Tokenization
Cutting text into the pieces a model actually reads — the least glamorous step in the stack, and the cause of a surprising share of its stupidest failures.
When not to use it
- (You can't avoid it. The question is when it defeats you.)*
- For character-level tasks. Counting letters, reversing strings, rhyme, syllables. The model can't see inside the token. Use code.
- For arithmetic you care about. Numbers chunk inconsistently. Use a calculator tool.
- When estimating cost for non-English.

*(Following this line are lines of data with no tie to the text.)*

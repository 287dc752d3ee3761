//! The report of `copyloop check`.

use super::table::Table;
use super::{jnum, num, side};
use crate::network::{law_text, Network};
use serde_json::{json, Map, Value};

fn coefficients(net: &Network, terms: &[(usize, u32)]) -> Value {
    let mut m = Map::new();
    for &(i, n) in terms {
        m.insert(net.species[i].name.clone(), json!(n));
    }
    Value::Object(m)
}

/// The JSON document of CONTRACT §3 for `check`.
pub fn json(net: &Network) -> Value {
    let species: Vec<Value> = net
        .species
        .iter()
        .map(|s| json!({"name": s.name, "initial_count": s.initial, "clamped": s.clamped}))
        .collect();
    let reactions: Vec<Value> = net
        .reactions
        .iter()
        .map(|r| {
            let mut v = json!({
                "label": r.label,
                "reactants": coefficients(net, &r.reactants),
                "products": coefficients(net, &r.products),
                "order": r.order(),
                "stochastic_constant": r.stochastic_constant().map(jnum),
            });
            if let crate::network::Kinetics::Law { law, .. } = &r.kinetics {
                v["law"] = json!(law.text);
            }
            v
        })
        .collect();
    let laws: Vec<Value> = net
        .conservation_laws
        .iter()
        .map(|l| {
            let mut m = Map::new();
            for (i, &c) in l.iter().enumerate().filter(|(_, &c)| c != 0) {
                m.insert(net.species[i].name.clone(), json!(c));
            }
            Value::Object(m)
        })
        .collect();
    let motifs: Vec<Value> = net
        .motifs
        .iter()
        .map(|m| {
            let out_key = match m.kind {
                crate::network::MotifKind::Enzyme => "turnover",
                crate::network::MotifKind::Receptor => "signal",
            };
            let mut v = json!({
                "kind": m.kind.as_str(),
                "carrier": net.species[m.carrier].name,
                "ligand": net.species[m.ligand].name,
                "complex": net.species[m.complex].name,
                "bind": net.reactions[m.bind].label,
                "unbind": m.unbind.map(|j| net.reactions[j].label.clone()),
                "k_half": jnum(m.k_half),
                "k_half_molar": net.volume_l.map(|_| jnum(m.k_half / net.omega)),
            });
            v[out_key] = json!(net.reactions[m.output].label);
            v
        })
        .collect();
    let warnings: Vec<Value> = net
        .warnings
        .iter()
        .map(|w| json!({"line": w.span.line, "column": w.span.col, "message": w.message}))
        .collect();
    json!({
        "file": net.file,
        "volume_l": net.volume_l,
        "omega": net.volume_l.map(|_| net.omega),
        "species": species,
        "reactions": reactions,
        "stoichiometry": net.stoichiometry,
        "conservation_laws": laws,
        "motifs": motifs,
        "warnings": warnings,
    })
}

/// The readable report of `check`.
pub fn table(net: &Network) -> String {
    let mut out = String::new();
    match net.volume_l {
        Some(v) => out.push_str(&format!(
            "{}: volume {} L, Ω = N_A·V = {} molecules per mol/L\n\n",
            net.file,
            num(v),
            num(net.omega)
        )),
        None => out.push_str(&format!(
            "{}: no volume; every amount is in molecules, every rate in molecules/s\n\n",
            net.file
        )),
    }
    let mut t = Table::new(&["species", "initial (molecules)", "initial (M)", "held"]);
    for s in &net.species {
        t.row(vec![
            s.name.clone(),
            s.initial.to_string(),
            net.volume_l
                .map_or("-".into(), |_| num(s.initial as f64 / net.omega)),
            if s.clamped {
                "clamped".into()
            } else {
                String::new()
            },
        ]);
    }
    out.push_str(&t.render());
    out.push('\n');
    let mut t = Table::new(&["reaction", "step", "order", "c (molecules, s)", "rate"]);
    for r in &net.reactions {
        let rate = match &r.kinetics {
            crate::network::Kinetics::MassAction { k, .. } => {
                if net.volume_l.is_some() {
                    format!("k = {} (M, s)", num(*k))
                } else {
                    "mass action".into()
                }
            }
            crate::network::Kinetics::Law { law, .. } => format!("law {}", law.text),
        };
        t.row(vec![
            r.label.clone(),
            format!("{} -> {}", side(net, &r.reactants), side(net, &r.products)),
            r.order().to_string(),
            r.stochastic_constant().map_or("-".into(), num),
            rate,
        ]);
    }
    out.push_str(&t.render());
    out.push_str("\nstoichiometry (rows: species, columns: reactions)\n");
    let mut head: Vec<&str> = vec![""];
    head.extend(net.reactions.iter().map(|r| r.label.as_str()));
    let mut t = Table::new(&head);
    for (i, s) in net.species.iter().enumerate() {
        let mut row = vec![s.name.clone()];
        row.extend(net.stoichiometry.dense_row(i).iter().map(|x| x.to_string()));
        t.row(row);
    }
    out.push_str(&t.render());
    out.push_str("\nconservation laws\n");
    if net.conservation_laws.is_empty() {
        out.push_str("  none\n");
    }
    let x0 = net.initial_state();
    for l in &net.conservation_laws {
        let total: i64 = l.iter().zip(&x0).map(|(a, b)| a * b).sum();
        out.push_str(&format!("  {} = {total}\n", law_text(net, l)));
    }
    out.push_str("\ncarrier motifs\n");
    if net.motifs.is_empty() {
        out.push_str("  none found\n");
    } else {
        let mut t = Table::new(&[
            "kind",
            "carrier",
            "ligand",
            "complex",
            "steps",
            "K (molecules)",
            "K (M)",
        ]);
        for m in &net.motifs {
            let label = |j: usize| net.reactions[j].label.clone();
            let mut steps = vec![label(m.bind)];
            steps.extend(m.unbind.map(label));
            steps.push(label(m.output));
            t.row(vec![
                m.kind.as_str().into(),
                net.species[m.carrier].name.clone(),
                net.species[m.ligand].name.clone(),
                net.species[m.complex].name.clone(),
                steps.join(", "),
                num(m.k_half),
                net.volume_l
                    .map_or("-".into(), |_| num(m.k_half / net.omega)),
            ]);
        }
        out.push_str(&t.render());
    }
    if !net.warnings.is_empty() {
        out.push_str(&format!("\n{} warning(s) on stderr\n", net.warnings.len()));
    }
    out
}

The English rules of thumb are wrong, sometimes by 10×.
- When constructing prompts programmatically without counting.
"hello"≠" hello".
Reach for something else instead
- Byte-level models — no vocabulary, no asymmetry, longer sequences.
- Character-level — same trade, more extreme.
- A tool call — for anything character- or number-precise, don't ask the model to see what it can't.
- A language-appropriate tokenizer — if you're building, don't inherit an English-fit vocabulary.
Sources & further reading
- Sennrich, Haddow & Birch (2016), Neural Machine Translation of Rare Words with Subword Units — BPE repurposed from compression to NLP.
- Kudo & Richardson (2018), SentencePiece: A simple and language independent subword tokenizer — no whitespace assumption, which matters outside European languages.
- Petrov et al. (2023), Language Model Tokenizers Introduce Unfairness Between Languages — order-of-magnitude cost differences for identical content.
Primary sources, listed so you can check the claims on this page rather than take them on trust.
Where people go wrong
- Blaming the model's intelligence for character-level failures. It never saw the characters.
- Using 4-chars-per-token for code, JSON or non-English. It's wrong for all three.
- Assuming token pricing is language-neutral. It isn't, by a lot.
- Missing that leading spaces change tokens, then debugging the wrong thing.